━━━ Information provided

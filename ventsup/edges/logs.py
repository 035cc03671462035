"""Logged point data for replay: CSV in wide form (pandas).

A wide log has a ``timestamp`` column and one column per point, named as in
the site config, holding SI values (°C, % RH, m/s, degrees, ppm, opening
fraction; binary points as 0/1 or true/false). Empty cells mean "no sample".
Timestamps with an offset are taken as they are; naive ones are read in the
site's time zone.

UNFINISHED: long form, Parquet and the daemon's own recording arrive with the
replay work; this reader serves the demo and the tests of the core.
"""

from __future__ import annotations

from pathlib import Path

import pandas as pd

from ventsup.config.errors import VentsupError
from ventsup.config.model import PointKind, SiteConfig
from ventsup.core.inputs import Sample

__all__ = ["LogError", "read_wide_csv"]

_TRUE = {"1", "true", "on", "yes"}
_FALSE = {"0", "false", "off", "no"}


class LogError(VentsupError):
    """A log file that cannot be replayed; the message names the file and row."""


def read_wide_csv(path: str | Path, config: SiteConfig) -> list[Sample]:
    """Read a wide CSV log into samples sorted by time.

    Raises
    ------
    LogError
        Unknown point columns, unparseable or unsorted or duplicate timestamps,
        and values that are not numbers, each with the file and row (the
        header is row 1).
    """
    path = Path(path)
    try:
        frame = pd.read_csv(path, dtype=str, keep_default_na=False)
    except (OSError, pd.errors.ParserError, UnicodeDecodeError) as exc:
        raise LogError(f"{path}: cannot read the log: {exc}") from exc
    if "timestamp" not in frame.columns:
        raise LogError(f"{path}:1: expected a 'timestamp' column, got {list(frame.columns)}")
    unknown = [c for c in frame.columns if c != "timestamp" and c not in config.points]
    if unknown:
        raise LogError(f"{path}:1: columns {unknown} are not points of site {config.site.name!r}")

    times = pd.to_datetime(frame["timestamp"], errors="coerce", utc=False, format="ISO8601")
    bad = times.isna()
    if bad.any():
        row = int(bad.to_numpy().argmax())
        raise LogError(
            f"{path}:{row + 2}: timestamp {frame['timestamp'].iloc[row]!r} is not an ISO 8601 time"
        )
    epoch = _epoch_seconds(times, config.site.time_zone)
    for row in range(1, len(epoch)):
        if epoch[row] <= epoch[row - 1]:
            what = "repeats" if epoch[row] == epoch[row - 1] else "goes back in time from"
            raise LogError(
                f"{path}:{row + 2}: timestamp {frame['timestamp'].iloc[row]!r} {what} the row above"
            )

    samples: list[Sample] = []
    for column in frame.columns:
        if column == "timestamp":
            continue
        binary = config.points[column].kind is PointKind.BINARY
        for row, text in enumerate(frame[column]):
            text = text.strip()
            if not text:
                continue
            samples.append(Sample(column, _value(path, row, column, text, binary), epoch[row]))
    samples.sort(key=lambda s: s.t)
    return samples


def _epoch_seconds(times: pd.Series, time_zone: str) -> list[float]:
    if times.dt.tz is None:
        times = times.dt.tz_localize(time_zone, ambiguous="raise", nonexistent="raise")
    return [ts.timestamp() for ts in times]


def _value(path: Path, row: int, column: str, text: str, binary: bool) -> float | bool:
    if binary:
        word = text.lower()
        if word in _TRUE:
            return True
        if word in _FALSE:
            return False
        raise LogError(f"{path}:{row + 2} {column}: got {text!r}, expected 0/1 or true/false")
    try:
        return float(text)
    except ValueError:
        raise LogError(f"{path}:{row + 2} {column}: got {text!r}, expected a number") from None
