"""Time for the drivers: the wall clock, and a manual clock for tests and simulations.

The core never reads a clock; the drivers read one of these and pass the time
in. Times are seconds since the Unix epoch (UTC), as floats.

>>> clock = ManualClock(1_700_000_000.0)
>>> clock.advance(60)
1700000060.0
>>> clock.now()
1700000060.0
"""

from __future__ import annotations

import math
import threading
import time
from typing import Protocol, runtime_checkable

__all__ = ["Clock", "ManualClock", "WallClock"]


@runtime_checkable
class Clock(Protocol):
    """Something that tells the time [s since the Unix epoch, UTC]."""

    def now(self) -> float:
        """The current time [s since the Unix epoch, UTC]."""
        ...


class WallClock:
    """The system's real-time clock (``time.time()``)."""

    def now(self) -> float:
        """The current time [s since the Unix epoch, UTC]."""
        return time.time()

    def __repr__(self) -> str:
        return "WallClock()"


class ManualClock:
    """A clock that moves only when told to; safe to read from several threads.

    Raises ``ValueError`` for a time that is not finite and for moving backwards.
    """

    def __init__(self, t: float = 0.0) -> None:
        self._lock = threading.Lock()
        self._t = self._checked(t)

    @staticmethod
    def _checked(t: float) -> float:
        if isinstance(t, bool) or not math.isfinite(t):
            raise ValueError(f"got time {t!r}, expected a finite number of seconds")
        return float(t)

    def now(self) -> float:
        """The time last set [s since the Unix epoch, UTC]."""
        with self._lock:
            return self._t

    def advance(self, seconds: float) -> float:
        """Move the clock forward by ``seconds`` (0 or more); returns the new time."""
        step = self._checked(seconds)
        if step < 0:
            raise ValueError(f"got {seconds!r} s, expected to advance by 0 s or more")
        with self._lock:
            self._t += step
            return self._t

    def set(self, t: float) -> None:
        """Set the time to ``t`` [s]; never earlier than the time already shown."""
        value = self._checked(t)
        with self._lock:
            if value < self._t:
                raise ValueError(
                    f"got time {value!r}, expected {self._t!r} or later: a clock never runs back"
                )
            self._t = value

    def __repr__(self) -> str:
        return f"ManualClock({self.now()!r})"
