_MODE_LABELS = {
    "free_cooling": "free cooling",
    "night_flush": "night flush",
    "air_quality": "air quality (CO₂)",
    "override": "operator override",
    "protected": "protected (weather, actuator)",
    "released": "released to fire system",
    "fire_position": "fire strategy position",
    "fault": "input fault",
    "interlock": "heating interlock",
    "held": "held (actuator care)",
    "secured": "security window",
    "unoccupied": "unoccupied, closed",
    "idle": "automatic, closed",
    "offline": "no record (offline)",
}
_CAUSE_LABELS = {
    "smoke": "Smoke alarm (released to the fire system)",
    "rain": "Rain",
    "wind": "Wind",
    "cold": "Cold outdoor air",
    "actuator": "Actuator fault",
    "fault": "Input fault (sensor value unknown)",
    "operator": "Operator override",
    "schedule": "Schedule and security window",
    "interlock": "Heating interlock",
}
# Bottom to top in the bars: open first, then limited, then closed.
_MODE_ORDER = (
    "free_cooling",
    "night_flush",
    "air_quality",
    "override",
    "held",
    "interlock",
    "protected",
    "fault",
    "released",
    "fire_position",
    "secured",
    "unoccupied",
    "idle",
)
_INPUT_LABELS = {
    "decision record": "Decision record (controller online)",
    "temp_indoor": "Indoor temperature",
    "occupied": "Occupancy (schedule, as recorded)",
    "temp_outdoor": "Outdoor temperature",
    "dew_point_outdoor": "Outdoor dew point (or humidity)",
    "wind_speed": "Wind speed",
    "wind_direction": "Wind direction",
    "rain": "Rain sensor",
    "co2": "CO₂",
    "heating": "Heating status (plant)",
}
_INDOOR = "#b23a48"
_OUTDOOR = "#2f6690"
_OPEN_FILL = "#9fd3cd"
_GRID = "#d9dce1"
_INK = "#1f2328"
_MUTED = "#5b636e"
_NO_DATA = "#f3f4f6"
_SPEED_COLOURS = ("#cfe8e4", "#8cc7bf", "#3f9a90", "#1d5f58", "#c9ccd1")  # last: unknown speed

_FT = 0.3048


def _slug(name: str) -> str:
    return "".join(c if c.isalnum() or c in "-_" else "-" for c in name)


def chart_ids(figures: Figures) -> list[str]:
    """The ``id`` of every chart (SVG) that :func:`render_report` draws for ``figures``."""
    ids: list[str] = []
    for kind in ("modes", "temperature", "heatmap"):
        ids += [f"chart-{kind}-{_slug(zone)}" for zone in figures.zones]
    ids.append("chart-windrose")
    return ids


# --------------------------------------------------------------------------- units


@dataclass(frozen=True)
class _Units:
    system: UnitSystem

    @property
    def ip(self) -> bool:
        return self.system == "IP"

    def temp(self, celsius: float) -> float:
        return celsius * 9.0 / 5.0 + 32.0 if self.ip else celsius

    @property
    def temp_unit(self) -> str:
        return "°F" if self.ip else "°C"

    def flow(self, m3s: float) -> float:
        return physics.cubic_metres_per_second_to_cfm(m3s) if self.ip else m3s

    @property
    def flow_unit(self) -> str:
        return "cfm" if self.ip else "m³/s"

    def volume(self, m3: float) -> float:
        return m3 / _FT**3 if self.ip else m3

    @property
    def volume_unit(self) -> str:
        return "ft³" if self.ip else "m³"

    def energy(self, kwh: float) -> float:
        return kwh / (physics.tons_to_watts(1.0) / 1000.0) if self.ip else kwh

    @property
    def energy_unit(self) -> str:
        return "ton·h" if self.ip else "kWh"

    def speed(self, ms: float) -> float:
        return ms * 3600.0 / 1609.344 if self.ip else ms

    @property
    def speed_unit(self) -> str:
        return "mph" if self.ip else "m/s"


def _number(value: float, digits: int = 1) -> str:
    if value is None or not math.isfinite(value):
        return "–"
    text = f"{value:,.{digits}f}"
    return text.replace(",", "\u202f")  # a thin space groups thousands in either system


def _esc(text: object) -> str:
    return html.escape(str(text), quote=True)


# --------------------------------------------------------------------------- page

━━━━━━

* Task description:
The answer must consist of each line from the data that includes the string "security".

* Response to the task:
    "secured": "security window",
    "schedule": "Schedule and security window",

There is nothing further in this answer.